### Task brief
Please return the lines of the data below, word for word, from the first line through the line containing "calculatorId, inputs, note".

### Material shown
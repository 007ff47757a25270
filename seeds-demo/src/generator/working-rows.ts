import { runCalculator } from '@skyledger/calc';
import { type ClaimRow } from './desk-rows';
import { type SeededRandom } from './random';
import { calculations, type CalculationKey } from './vocabulary';

/** A working as the generator writes it; JSON columns hold their text. */
export interface WorkingRow {
  id: string;
  claimId: string;
  createdById: string;
  createdAt: Date;
  updatedAt: Date;
  version: number;
  calculatorId: string;
  libraryVersion: string;
  inputs: string;
  datasetRefs: null;
  outputs: string;
  steps: string;
  cautions: string;
  monteCarlo: string | null;
  note: string;
  checkedAt: Date;
}

/** One run of a calculation, in the form a working stores it. */
export type StoredRun = Pick<
  WorkingRow,
  | 'calculatorId'
  | 'libraryVersion'
  | 'inputs'
  | 'outputs'
  | 'steps'
  | 'cautions'
  | 'monteCarlo'
  | 'note'
>;

const runs = new Map<CalculationKey, StoredRun>();

/**
 * The calculation run by @skyledger/calc, as the API's applyCalculation stores a server
 * run: once per calculation, on first use, and shared by every working made of it.
 */
export function calculationRun(key: CalculationKey): StoredRun {
  const known = runs.get(key);
  if (known) return known;
  const { calculatorId, inputs, note } = calculations[key];
  const result = runCalculator(calculatorId as string, inputs);
  const run: StoredRun = {
    calculatorId: result.calculatorId,
    libraryVersion: result.libraryVersion,
    inputs: JSON.stringify(result.inputs),
    outputs: JSON.stringify(result.outputs),
    steps: JSON.stringify(result.steps),
    cautions: JSON.stringify(result.cautions),
    monteCarlo: result.monteCarlo ? JSON.stringify(result.monteCarlo) : null,
    note,
  };
  runs.set(key, run);
  return run;
}

/** The instant `fraction` of the way from a claim's filing to its last change. */
export function duringClaim(claim: Pick<ClaimRow, 'createdAt' | 'updatedAt'>, fraction: number) {
  const start = claim.createdAt.getTime();
  return new Date(start + Math.floor((claim.updatedAt.getTime() - start) * fraction));
}

/** The workings of a researched claim, saved by its researcher early in the research. */
export function workingRows(
  random: SeededRandom,
  claim: ClaimRow,
  keys: readonly CalculationKey[],
  researcherId: string,
): WorkingRow[] {
  return keys.map((key, index) => {
    const at = duringClaim(claim, 0.05 + 0.15 * index + 0.1 * random.next());
    return {
      id: random.uuid(),
      claimId: claim.id,
      createdById: researcherId,
      createdAt: at,
      updatedAt: at,
      version: 1,
      ...calculationRun(key),
      datasetRefs: null,
      checkedAt: at,
    };
  });
}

### Result
repository 007ff47757a25270
filename seeds-demo/src/generator/working-rows.ts
import { runCalculator } from '@skyledger/calc';
import { type ClaimRow } from './desk-rows';
import { type SeededRandom } from './random';
import { calculations, type CalculationKey } from './vocabulary';

/** A working as the generator writes it; JSON columns hold their text. */
export interface WorkingRow {
  id: string;
  claimId: string;
  createdById: string;
  createdAt: Date;
  updatedAt: Date;
  version: number;
  calculatorId: string;
  libraryVersion: string;
  inputs: string;
  datasetRefs: null;
  outputs: string;
  steps: string;
  cautions: string;
  monteCarlo: string | null;
  note: string;
  checkedAt: Date;
}

/** One run of a calculation, in the form a working stores it. */
export type StoredRun = Pick<
  WorkingRow,
  | 'calculatorId'
  | 'libraryVersion'
  | 'inputs'
  | 'outputs'
  | 'steps'
  | 'cautions'
  | 'monteCarlo'
  | 'note'
>;

const runs = new Map<CalculationKey, StoredRun>();

/**
 * The calculation run by @skyledger/calc, as the API's applyCalculation stores a server
 * run: once per calculation, on first use, and shared by every working made of it.
 */
export function calculationRun(key: CalculationKey): StoredRun {
  const known = runs.get(key);
  if (known) return known;
  const { calculatorId, inputs, note } = calculations[key];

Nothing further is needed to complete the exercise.